The National Zoological Park, commonly known as the National Zoo, is one of the oldest zoos in the United States. It is part of the Smithsonian Institution and does not charge admission. Founded in 1889, its mission is to “provide engaging experiences with animals and create and share knowledge to save wildlife and habitats.”

The National Zoo has two campuses. The first is a 163-acre (66 ha) urban park located at Rock Creek Park in Northwest Washington, D.C., 20 minutes from the National Mall by MetroRail. The other campus is the 3,200-acre (1,300 ha) Smithsonian Conservation Biology Institute (SCBI; formerly known as the Conservation and Research Center) in Front Royal, Virginia. On this land, there are 180 species of trees, 850 species of woody shrubs and herbaceous plants, 40 species of grasses, and 36 species of bamboo. The SCBI is a non-public facility devoted to training wildlife professionals in conservation biology and propagating rare species through natural means and assisted reproduction. The National Zoo is accredited by the Association of Zoos and Aquariums (AZA).

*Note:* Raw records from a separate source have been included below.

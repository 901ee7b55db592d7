#pragma once
// Named scalar values stored with a file (a score table's parameters, a draws file's figures):
// a small typed map, so public headers need no JSON type. Files keep them as JSON text (the
// private core/h5.hpp writes and reads them); a NaN double is JSON null.
#include <map>
#include <optional>
#include <string>
#include <string_view>
#include <variant>

namespace covey {

using AttributeValue = std::variant<bool, long long, double, std::string>;
// Ordered by name, as the JSON text lists them.
using Attributes = std::map<std::string, AttributeValue, std::less<>>;

// The value under `name` if it has that type (a number for attribute_number: integer or not).
std::optional<std::string> attribute_string(const Attributes& attributes, std::string_view name);
std::optional<long long> attribute_integer(const Attributes& attributes, std::string_view name);
std::optional<double> attribute_number(const Attributes& attributes, std::string_view name);

}  // namespace covey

The two facilities host about 2,700 animals of 390 different species. About one-fifth of them are endangered or threatened. Most species are on exhibit at the Rock Creek Park campus. The best-known residents are the giant pandas, but the zoo is also home to birds, great apes, big cats, Asian elephants, insects, amphibians, reptiles, aquatic animals, small mammals, and many more. The SCBI facility houses between 30 and 40 endangered species at any given time, depending on research needs and recommendations from the zoo and the conservation community. The zoo was one of the first to establish a scientific research program. Because it is a part of the Smithsonian Institution, the National Zoo receives federal appropriations for operating expenses. A new master plan for the park was introduced in 2008 to upgrade the park’s exhibits and layout.


David M. Rubenstein Giant Panda Habitat 

The zoo’s Giant Panda Habitat features three outdoor areas with animal enrichment, an indoor area with a rocky outcrop, a waterfall, and viewing areas. The zoo’s pandas, Mei Xiang and Tian Tian are on loan from the China Wildlife Conservation Association and will live there until 2023. They are the focus of research, conservation, and breeding program that aims to preserve the species. The pandas live at the David M. Rubenstein Giant Panda Habitat, a state-of-the-art indoor and outdoor exhibit. The exhibit is designed to replicate the rocky, lush terrain of the pandas’ natural habitat. EZ DC Junk Removal

Asia Trail

A group of Asia-themed exhibits opened in 2006. Along with the giant pandas, the area also displays sloth bears, fishing cats, red pandas, a clouded leopard, Asian small-clawed otters, and Asian elephants. Next to the pandas is an exhibit formerly for a Japanese giant salamander, which is now home to several Northern snakeheads.